Today, the Pennsylvania Superior Court, the intermediate appellate court in the Keystone State, issued a decision affirming a lower court's approval of a motion to compel a defendant in a criminal case to provide the password for a TrueCrypt encrypted computer. Commonwealth v. Davis, 2017 Pa. Super. LEXIS 968.
A special agent of the attorney general's office received a file from a particular IP address through a peer to peer connection on a file sharing network. The file was found to contain child pornography. The IP address was registered to Comcast, which responded to a court order and identified the subscriber information for the address. The government obtained a search warrant and seized a computer in the defendant's home which was encrypted with TrueCrypt 7.1 aBootloader. The computer won't boot up the OS unless the password is entered. The question presented to the appellate court was whether or not providing the password would violate the appellant's rights under the Fifth Amendment and Article 1, Section 9 of the Pennsylvania constitution. (The Pennsylvania Supreme Court has ruled that Article 1, Section 9 does not provide any greater protections against self-incrimination than the Fifth Amendment to the United States Constitution).
There is an exception to the Fifth Amendment, allowing for productions to not be regarded as testimonial communications when the facts are already known to the government, and . . .
1. the existence of the evidence demanded has been proven;
2. the defendant is in possession of the evidence; and
3. the authenticity of the evidence has been established.

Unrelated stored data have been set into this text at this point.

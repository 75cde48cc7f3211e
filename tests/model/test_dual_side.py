"""Models given on the dual side: constructors, demand systems, the other duals."""
from __future__ import annotations

import numpy as np
import pytest
import sympy as sp

import duality as dy
from duality.errors import ModelError, NoSolutionError


def test_cost_function_gives_shephard_demands_and_profit():
    # c = y^(5/4) w1^(3/8) w2^(5/8) is the cost function of y = x1^0.3 x2^0.5 up to a
    # constant; demands x_i = ∂c/∂w_i (Shephard 1953; Varian 1992, ch. 5; from memory)
    m = dy.cost_function("y^1.25*w1^0.375*w2^0.625", ["w1", "w2"])
    assert [str(q) for q in m.quantities] == ["x1", "x2"]
    c = dy.cost(m)
    assert c.expr == m.expr and "Shephard" in c.method
    w1, w2, y = 1.3, 2.1, 3.0
    assert c.demands["x1"](w1=w1, w2=w2, y=y) == pytest.approx(
        0.375 * y ** 1.25 * w1 ** -0.625 * w2 ** 0.625, rel=1e-13)
    pi = dy.profit(m)
    # max_y p y − c: p = 1.25 K y^0.25 -> y* = (p / (1.25 K))^4 (common practice, no source)
    K = w1 ** 0.375 * w2 ** 0.625
    p = 4.0
    ystar = (p / (1.25 * K)) ** 4
    assert pi.demands["y"](p=p, w1=w1, w2=w2) == pytest.approx(ystar, rel=1e-12)
    assert pi(p=p, w1=w1, w2=w2) == pytest.approx(p * ystar - K * ystar ** 1.25, rel=1e-12)


def test_expenditure_and_indirect_utility_invert_each_other():
    e_model = dy.expenditure_function("u*p1^0.3*p2^0.7", ["p1", "p2"])
    v = dy.indirect_utility(e_model)
    assert v.route == "symbolic"
    # Cobb–Douglas: v = m / (p1^0.3 p2^0.7), x1 = 0.3 m / p1 (Varian 1992, ch. 7; from memory)
    assert v(p1=2.0, p2=3.0, m=10.0) == pytest.approx(10 / (2 ** 0.3 * 3 ** 0.7), rel=1e-13)
    assert v.demands["x1"](p1=2.0, p2=3.0, m=10.0) == pytest.approx(1.5, rel=1e-13)
    v_model = dy.indirect_utility_function("m/(p1^0.3*p2^0.7)", ["p1", "p2"])
    e = dy.expenditure(v_model)
    assert e(p1=2.0, p2=3.0, u=4.0) == pytest.approx(4 * 2 ** 0.3 * 3 ** 0.7, rel=1e-13)
    assert dy.indirect_utility(v_model).demands["x2"](p1=2.0, p2=3.0, m=10.0) == \
        pytest.approx(0.7 * 10 / 3, rel=1e-13)


def test_numeric_inversion_when_no_closed_form():
    # e is increasing in u but e(p, u) = m has no closed-form solution in u
    m = dy.expenditure_function("(u + u^3/3 + exp(u/5))*p1^0.4*p2^0.6", ["p1", "p2"])
    v = dy.indirect_utility(m, budget=1)
    assert v.route == "numeric"
    u = np.array([0.5, 1.0, 2.0])
    e = dy.expenditure(m)
    mm = e(p1=1.5, p2=0.8, u=u)
    assert np.allclose(v(p1=1.5, p2=0.8, m=mm), u, rtol=1e-12)
    # Marshallian = Hicksian at u = v(p, m)
    assert np.allclose(v.demands["x1"](p1=1.5, p2=0.8, m=mm),
                       e.demands["x1"](p1=1.5, p2=0.8, u=u), rtol=1e-10)


def test_cost_from_a_profit_function():
    # π = p^2/(4 w1) + p^2/(4 w2) is the profit function of y = sqrt(x1) + sqrt(x2)
    # (common practice, no source); its cost function is c = y^2 w1 w2 / (w1 + w2)
    m = dy.profit_function("p^2/(4*w1) + p^2/(4*w2)", ["w1", "w2"])
    c = dy.cost(m)
    w1, w2, y = 1.5, 0.5, 2.0
    assert c(w1=w1, w2=w2, y=y) == pytest.approx(y ** 2 * w1 * w2 / (w1 + w2), rel=1e-12)
    pi = dy.profit(m)
    assert pi.demands["y"](p=2.0, w1=w1, w2=w2) == pytest.approx(2.0 / 2 * (1 / w1 + 1 / w2))


def test_flexible_forms_carry_their_sources():
    t = dy.translog_cost(2)
    c = dy.cost(t)
    assert c.route == "catalogue" and "Christensen" in c.source
    assert "Diewert" in dy.cost(dy.generalized_leontief_cost(2)).source
    a = dy.aids_expenditure(2)
    assert "Deaton" in dy.expenditure(a).source
    names = {p.name for p in t.params}
    assert {"a0", "a1", "a2", "g11", "g12", "g22", "ay", "gyy", "g1y", "g2y"} == names


def test_translog_share_equations_from_the_formula():
    # s_i = ∂ln c/∂ln w_i = a_i + Σ_j g_ij ln w_j + g_iy ln y
    # (Christensen, Jorgenson and Lau 1973; from memory)
    vals = dict(a0=0.2, a1=0.4, a2=0.6, g11=0.05, g12=-0.05, g22=0.05, ay=1.0, gyy=0.1,
                g1y=0.02, g2y=-0.02)
    c = dy.cost(dy.translog_cost(2, params=vals))
    s = dy.shares(c)
    w1, w2, y = 1.7, 0.6, 2.5
    want = 0.4 + 0.05 * np.log(w1) - 0.05 * np.log(w2) + 0.02 * np.log(y)
    assert s["x1"](w1=w1, w2=w2, y=y) == pytest.approx(want, rel=1e-12)


def test_aids_shares_exact_and_stone():
    vals = dict(a0=0.5, a1=0.4, a2=0.6, g11=0.1, g12=-0.1, g22=0.1, b0=1.0, b1=0.1,
                b2=-0.1)
    a = dy.aids_expenditure(2, params=vals)
    exact = dy.aids_share_equations(a)
    stone = dy.aids_share_equations(a, index="stone")
    p1, p2, m = sp.symbols("p1 p2 m", positive=True)
    pt = {p1: 1.2, p2: 0.8, m: 10.0}
    syms = {p.name: p.symbol for p in a.params}
    got = float(exact[0].xreplace({syms[k]: v for k, v in vals.items()}).xreplace(pt))
    # the engine's budget share from v(p, m) (Roy) must agree with the published equation
    v = dy.indirect_utility(a, budget=10)
    assert dy.shares(v)["x1"](p1=1.2, p2=0.8, m=10.0) == pytest.approx(got, rel=1e-10)
    s1 = sp.Symbol("s1", real=True)
    assert s1 in stone[0].free_symbols


@pytest.mark.parametrize("call, message", [
    (lambda: dy.cost_function("y*x1*w1", ["w1"]), "unknown symbol 'x1'"),
    (lambda: dy.cost_function("y*w1", ["w1", "w2"]), "price 'w2' does not appear"),
    (lambda: dy.cost_function("y*w1*w2", ["w1", "w2"], ["a"]), "2 prices but 1 quantities"),
    (lambda: dy.translog_cost(2, params={"zz": 1}), "unknown parameter(s) zz"),
    (lambda: dy.translog_cost(1), "at least two prices"),
    (lambda: dy.cost_function("log(-y-w1)", ["w1"]), "no real, finite value"),
])
def test_bad_dual_side_models_are_named(call, message):
    with pytest.raises(ModelError) as err:
        call()
    assert message in str(err.value)


def test_increasing_returns_translog_has_no_profit_function():
    vals = dict(a0=0.0, a1=0.5, a2=0.5, g11=0.0, g12=0.0, g22=0.0, ay=0.8, gyy=0.0,
                g1y=0.0, g2y=0.0)
    with pytest.raises(NoSolutionError, match="increasing returns|decreasing returns"):
        dy.profit(dy.translog_cost(2, params=vals))


def test_dual_side_checks_pass_for_a_regular_translog():
    vals = dict(a0=0.1, a1=0.3, a2=0.7, g11=0.05, g12=-0.05, g22=0.05, ay=1.0, gyy=0.0,
                g1y=0.0, g2y=0.0)
    recs = dy.check(dy.translog_cost(2, params=vals), points=8)
    assert not [r for r in recs if r.status == "failed"], [r.line() for r in recs]
    assert any(r.name == "Shephard's lemma" and r.status == "proved" for r in recs)
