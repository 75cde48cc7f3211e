"""Recovering the primal from its dual: the technology from a cost function, the
preference from an expenditure function.

For a cost function c(w, y) (homogeneous of degree one in prices) the input requirement
set and the production function are

    V(y) = {x : w·x >= c(w, y) for all w > 0},
    f(x) = max {y : w·x >= c(w, y) for all w > 0},

and the same with (p, u, e) for an expenditure function and the utility function.  The
formula only sees the concave hull of c in prices: a dual that is not concave gives back
the technology of its concave hull, which :func:`recover` reports.

Two routes, tried in order:

* **symbolic** — Shephard's lemma x_i = ∂c/∂w_i(w, y), i = 1..n, with w_1 = 1, solved for
  (w_2..w_n, y) under the wall-clock budget (log-linear system for power forms; ratios
  x_i/x_1 for homothetic forms; plain ``sympy.solve`` last).  Every candidate is verified
  numerically (c(w(x), f(x)) = w(x)·x, the demands give back x, and w(x) supports V(f(x)))
  before it is returned.  Used only where the dual is concave in prices.
* **numeric** — f(x) is the root in y of φ(y) = min_w (w·x − c(w, y)) over normalised
  prices, which decreases in y; the inner minimisation runs on the price simplex (a grid,
  then L-BFGS-B with the analytic gradient x − ∇c, i.e. the conditional demands).

:meth:`Recovered.isoquant` gives points on the isoquant / indifference curve: the
cost-minimising bundles ∂c/∂w at a fan of price ratios where the dual is concave, else the
boundary of V(y) along a fan of rays, x = s·d with s = max_w c(w, y)/(w·d).
"""
from __future__ import annotations

import math
import time
from dataclasses import dataclass, field
from fractions import Fraction
from typing import Any, Callable

import numpy as np
import sympy as sp
from scipy import optimize
from sympy.solvers.solveset import NonlinearError

from .budget import run_with_budget
from .errors import BudgetExceeded, DualityError, NoSolutionError
from .lambdas import numpy_function

#: symbolic methods, cheapest first
SYMBOLIC_METHODS = ("log-linear", "ratio", "solve")

_ROLE_OF_KIND = {"cost": "technology", "expenditure": "preference"}
_WORDS = {"technology": ("cost function", "production function", "isoquant", "output",
                         "input", "c"),
          "preference": ("expenditure function", "utility function", "indifference curve",
                         "utility level", "good", "e")}
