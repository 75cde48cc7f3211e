"""Parameter restrictions implied by theory, derived from the formula of a dual function.

Given a parametric cost c(w, y), profit pi(p, w), expenditure e(p, u) or indirect
utility v(p, m) written as a sympy expression, this module works out *from the formula
itself* (never from a table of known forms) the parameter restrictions economic theory
implies, shows them with a plain-words reason, checks parameter values against them and
imposes them (a reduced parameter set).

Method
------
Every restriction is an identity in the arguments of the function that must hold for all
positive prices (and all levels such as output y or utility u).  The identity is turned
into equations in the parameters as follows.

1. Each price p_i is written p_i = exp(L_i) (and income m = exp(M) for share equations),
   logarithms are expanded (``force=True``: prices and levels are positive) and powers
   of exponentials are combined, so that translog, AIDS and Cobb-Douglas forms become
   polynomials in the L_i (possibly times exponentials exp(b . L)).
2. *Homogeneity* of degree d, F(t p) = t^d F(p) for all t > 0, is equivalent (the price
   domain is connected and the identity holds at t = 1) to Euler's identity in logs,
   obtained by differentiating with respect to ln t at t = 1:

       sum_i d ln F / d L_i - d == 0        (log form)
       sum_i d F / d L_i - d F == 0         (level form).

   ``log_form=None`` chooses the log form when ln F expands with no logarithm of a
   price-dependent sum left over (translog, AIDS-type expenditure, Cobb-Douglas), and the
   level form otherwise (generalized Leontief, CES).  In the level form the expression
   is first put over a common denominator and simplified; if it vanishes the function is
   homogeneous by construction and no restriction is needed.
3. The identity is *decomposed into independent functions*: after ``expand(force=True)``
   every term is split into a factor free of the arguments (its coefficient, a function
   of the parameters only) and a factor in the arguments (a monomial in the L_i, levels
   and their logs times one exponential).  Terms with the same argument factor are
   collected; each collected coefficient must vanish.  (Monomials times exponentials
   with distinct exponents are linearly independent functions, so this is exact for the
   forms above; for other forms the factors are treated as independent, which can only
   over-state the restrictions when distinct factors are algebraically related.)
4. *Adding-up*: the shares s_i = d ln F / d ln p_i must sum to one.  For degree-1
   homogeneous duals this is the same identity as Euler's; the equations are derived
   separately and, when they coincide with homogeneity ones, the homogeneity reason says
   so instead of repeating them.  For share equations given directly
   (:func:`derive_share_restrictions`) adding-up is sum_i s_i == 1, homogeneity is
   s_i(t p, t m) == t^d s_i(p, m) for each i, and symmetry is Slutsky symmetry of the
   compensated share derivatives (see that function).
5. *Symmetry (identification)*: two parameters a, b such that F depends on them only
   through a + b (dF/da - dF/db == 0 identically) are not separately identified; the
   restriction a = b (e.g. gamma_ij = gamma_ji) identifies them.

Equations whose coefficients are nonlinear in the parameters are reduced with the linear
ones (substituting the solved linear system); if what remains is linear it is kept
(written in its original linear part when the nonlinear part vanishes under the other
restrictions).  A remaining product of a parameter monomial and a linear factor (e.g.
b0 (b1 + b2 + b3) in AIDS) gives the linear factor, with the assumption that the
monomial is nonzero stated in the reason.  Anything still nonlinear is returned as it is
and marked "nonlinear" in the reason.

Redundancy: within each kind, an equation implied by the earlier ones of that kind
(no rank increase of the augmented matrix) is dropped, so each kind is a basis in the
order derived, keeping the published-looking form; across kinds only exact duplicates
(equal up to a factor) are dropped.  Restrictions of different kinds may still be jointly
dependent (e.g. AIDS homogeneity rows are implied by adding-up columns plus symmetry);
:func:`impose` handles such dependence.
"""
from __future__ import annotations

import itertools
import math
from dataclasses import dataclass, field
from typing import Iterable, Mapping, Sequence

import sympy as sp

from .errors import DualityError

__all__ = [
    "Restriction",
    "derive_restrictions",
    "derive_share_restrictions",
    "homogeneous_by_construction",
    "check_values",
    "describe_violation",
    "impose",
]

KINDS = ("homogeneity", "adding-up", "symmetry")


# --------------------------------------------------------------------------------------
# The restriction record
# --------------------------------------------------------------------------------------
@dataclass(frozen=True)
class Restriction:
    """One restriction on the parameters.

    Attributes
    ----------
    kind : str
        ``"homogeneity"``, ``"adding-up"`` or ``"symmetry"``.
    equation : sympy.Eq
        The restriction, linear in the parameters for the usual forms.
    reason : str
        Why theory requires it, in plain words.
    parameters : tuple of Symbol
        All parameters of the derivation (used to validate names given to
        :func:`check_values`).
    """

    kind: str
    equation: sp.Eq
    reason: str
    parameters: tuple = field(default=(), compare=False)

    @property
    def expr(self) -> sp.Expr:
        """lhs - rhs (zero when the restriction holds)."""
        return self.equation.lhs - self.equation.rhs

    @property
    def symbols(self) -> tuple:
        """The parameters appearing in the equation, sorted by name."""
        return tuple(sorted(self.expr.free_symbols, key=lambda s: s.name))

    @property
    def linear(self) -> bool:
        return _is_linear(self.expr, self.expr.free_symbols)

    def residual(self, values: Mapping) -> float:
        """lhs - rhs at ``values`` (a mapping of parameter names or symbols to numbers)."""
        subs = _value_map(values, self.symbols)
        missing = [s.name for s in self.symbols if s not in subs]
        if missing:
            raise DualityError(
                f"no value given for parameter {', '.join(missing)} of the {self.kind} "
                f"restriction {sp.sstr(self.equation)}")
        val = self.expr.xreplace(subs)
        try:
            return float(val)
        except TypeError as exc:  # pragma: no cover - complex or symbolic leftovers
            raise DualityError(
                f"the {self.kind} restriction {sp.sstr(self.equation)} does not evaluate "
                f"to a real number at the given values ({val})") from exc

    def latex(self) -> str:
        return sp.latex(self.equation)

    def __str__(self) -> str:
        return f"[{self.kind}] {sp.sstr(self.equation)}: {self.reason}"
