"""Discrete Legendre–Fenchel transform of sampled functions (values on grids).

For samples ``f_i = f(x_i)`` on a strictly increasing grid ``x_0 < … < x_{n-1}``,

    f*(q) = max_i ( q·x_i − f_i ).

Only the vertices of the *lower convex hull* of the points (x_i, f_i) can be maximisers,
and on the hull the maximiser for slope q is the vertex k whose neighbouring edge slopes
satisfy s_{k-1} <= q <= s_k (the edge slopes of a lower hull increase).  So the transform
is: hull (linear time, see :func:`_hull_indices`), edge slopes, one ``np.searchsorted`` of
the query slopes into the edge slopes, one gather.  Nothing loops per point in Python.

Slopes outside the hull's slope range
-------------------------------------
For a slope q below the first edge slope s_0 (above the last, s_last) the maximum over the
samples is attained at the end x_0 (x_{n-1}) of the *sampled* domain only because the
grid stops there: the value q·x_0 − f_0 describes where the grid ends, not the function.
Such slopes return ``+inf`` explicitly (``-inf`` in the ``"intercept"`` convention) and the
result's notes say so.  Inside [s_0, s_last] (endpoints included) the value is the exact
maximum over the samples.

Several variables
-----------------
For f sampled on a product grid the transform separates,

    f*(p_1, …, p_d) = sup_{x_1} ( p_1 x_1 + … + sup_{x_d} ( p_d x_d − f(x_1, …, x_d) ) ),

so it is applied along the last axis for every line, the result negated and transformed
along the next axis, and so on.  A ``+inf`` from an inner transform (slope out of that
line's range) makes every outer value on that line ``+inf`` (it is propagated, never
replaced by a finite guess); where the result is finite it is the exact maximum over the
grid.

Ties: at a slope equal to an edge slope both ends of the edge are maximisers and give the
same value; the left end is reported as the maximiser.
"""
from __future__ import annotations

from dataclasses import dataclass, field
from typing import Any

import numpy as np

from ..errors import DualityError

try:  # scipy >= 1.12: compiled pool-adjacent-violators algorithm (linear time)
    from scipy.optimize import isotonic_regression as _pava
except ImportError:  # pragma: no cover - older scipy: pure numpy passes only
    _pava = None

CONVENTIONS = ("sup", "intercept")

OUTSIDE_NOTE = ("slopes outside [first, last] hull-edge slope give +inf: there the maximum "
                "over the samples sits at an end of the sampled grid, so it would describe "
                "where the grid stops rather than the function")


# ---------------------------------------------------------------------------------------
# result object
# ---------------------------------------------------------------------------------------

@dataclass(frozen=True, eq=False)
class GridConjugate:
    """The conjugate of sampled values.

    Attributes
    ----------
    values : ndarray
        f* at :attr:`slopes` (in the requested convention): shape of ``p`` in 1-D,
        ``(len(p1), len(p2), …)`` in n-D.  ``+inf`` (``-inf`` for ``"intercept"``) where
        a slope is outside the hull's slope range.
    slopes : ndarray or tuple of ndarray
        The query slopes (1-D) or the slope grid per axis (n-D).
    grid : ndarray or tuple of ndarray
        The primal grid.
    argmax : ndarray or None
        1-D: index into ``grid`` of the maximising sample for each slope (``-1`` where the
        value is infinite).  None in n-D.
    hull : ndarray or None
        1-D: indices into ``grid`` of the vertices of the lower convex hull.  None in n-D.
    slope_range : tuple of float or None
        1-D: (first, last) hull-edge slope; f* is finite exactly on this closed interval.
    route, kind, convention, notes
        As for :class:`duality.conjugate.Conjugate`; route is ``"numeric"``, kind
        ``"fenchel"``.
    """

    values: np.ndarray
    slopes: Any
    grid: Any
    argmax: np.ndarray | None = None
    hull: np.ndarray | None = None
    slope_range: tuple | None = None
    route: str = "numeric"
    kind: str = "fenchel"
    convention: str = "sup"
    notes: tuple = ()
    _hx: np.ndarray | None = field(default=None, repr=False)
    _hf: np.ndarray | None = field(default=None, repr=False)
    _hs: np.ndarray | None = field(default=None, repr=False)
    _samples: np.ndarray | None = field(default=None, repr=False)

    def __call__(self, p) -> np.ndarray:
        """f* at new slopes, computed exactly from the stored hull (no interpolation).

        1-D: ``p`` is a number or an array of slopes (result of the same shape).  n-D: a
        tuple of 1-D slope arrays, one per axis (result on their product grid).
        """
        sign = 1.0 if self.convention == "sup" else -1.0
        if self._samples is not None:  # n-D: rerun the separable transform
            ps = _slopes_nd(p, len(self.grid))
            vals, _ = _transform_nd(self._samples, self.grid, ps, "inf", False)
            return sign * vals
        q = _slopes_1d(p)
        vals, _ = _eval_line(self._hx, self._hf, self._hs, q.ravel(), "inf")
        out = sign * vals.reshape(q.shape)
        return float(out) if out.ndim == 0 else out

    def __repr__(self) -> str:
        star = "f*" if self.convention == "sup" else "-f*"
        shape = "x".join(map(str, np.shape(self.values)))
        return (f"GridConjugate({star} at {shape} slopes; route={self.route!r}, "
                f"kind={self.kind!r}, convention={self.convention!r})")


# ---------------------------------------------------------------------------------------
# input checks
# ---------------------------------------------------------------------------------------

def _check_convention(convention):
    if convention not in CONVENTIONS:
        raise DualityError(f"unknown convention {convention!r}; allowed values are "
                           f"{', '.join(repr(c) for c in CONVENTIONS)}")


def _values(f) -> np.ndarray:
    if isinstance(f, (str, bytes)):
        raise DualityError("f must be an array of sampled values, not text")
    try:
        fa = np.asarray(f, dtype=float)
    except (TypeError, ValueError) as exc:
        raise DualityError(f"f must be a rectangular array of numbers ({exc})") from None
    if fa.ndim == 0:
        raise DualityError("f must be an array of sampled values, got a single number")
    if fa.size == 0:
        raise DualityError(f"f is empty (shape {fa.shape}); need at least two samples")
    if np.isnan(fa).any():
        where = _where(np.argwhere(np.isnan(fa))[0])
        raise DualityError(f"f contains NaN at index {where}")
    if np.isneginf(fa).any():
        where = _where(np.argwhere(np.isneginf(fa))[0])
        raise DualityError(f"f contains -inf at index {where}; a function equal to -inf "
                           f"somewhere has conjugate +inf everywhere")
    return fa


def _where(idx) -> str:
    idx = tuple(int(i) for i in np.atleast_1d(idx))
    return str(idx[0]) if len(idx) == 1 else str(idx)


def _grid(x, name: str, n: int, fname: str = "f") -> np.ndarray:
    try:
        xa = np.asarray(x, dtype=float)
    except (TypeError, ValueError) as exc:
        raise DualityError(f"{name} must be a 1-D array of numbers ({exc})") from None
    if xa.ndim != 1:
        raise DualityError(f"{name} must be a 1-D array of grid points, got shape {xa.shape}")
    if xa.size == 0:
        raise DualityError(f"{name} is empty; need at least two grid points")
    if xa.size != n:
        raise DualityError(f"{fname} has {n} values but {name} has {xa.size} points")
    bad = ~np.isfinite(xa)
    if bad.any():
        i = int(np.argmax(bad))
        raise DualityError(f"{name} must be finite; {name}[{i}] = {xa[i]}")
    step = np.diff(xa) <= 0
    if step.any():
        i = int(np.argmax(step)) + 1
        raise DualityError(f"{name} must be strictly increasing; {name}[{i}] = {xa[i]:g} "
                           f"<= {name}[{i - 1}] = {xa[i - 1]:g}")
    return xa


def _slopes_1d(p, name: str = "p") -> np.ndarray:
    if isinstance(p, (str, bytes)):
        raise DualityError(f"{name} must be numbers (query slopes), not text")
    try:
        q = np.asarray(p, dtype=float)
    except (TypeError, ValueError) as exc:
        raise DualityError(f"{name} must be an array of slopes ({exc})") from None
    if np.isnan(q).any():
        raise DualityError(f"{name} contains NaN at index {_where(np.argwhere(np.isnan(q))[0])}")
    if np.isinf(q).any():
        raise DualityError(f"{name} contains an infinite slope at index "
                           f"{_where(np.argwhere(np.isinf(q))[0])}")
    return q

In this case, the appellant's answer to a request by the arresting agents for the password, ("Why would I give that to you?' We both know what's on there. It's only going to hurt me.") was important. Judge Seletyn's opinion states that, "the record reflects that appellant's act of disclosing the password at issue would not communicate facts of a testimonial nature to the Commonwealth beyond that which he has already acknowledged to investigating agents." (Id. at *16). The opinion notes that, "knowledge of the encrypted documents or evidence that it seeks to compel need not be exact. " The court found that the TrueCrypt password would be self-authenticating.
Under the facts in this case, providing a password was not found to be testimony protected by the Fifth Amendment.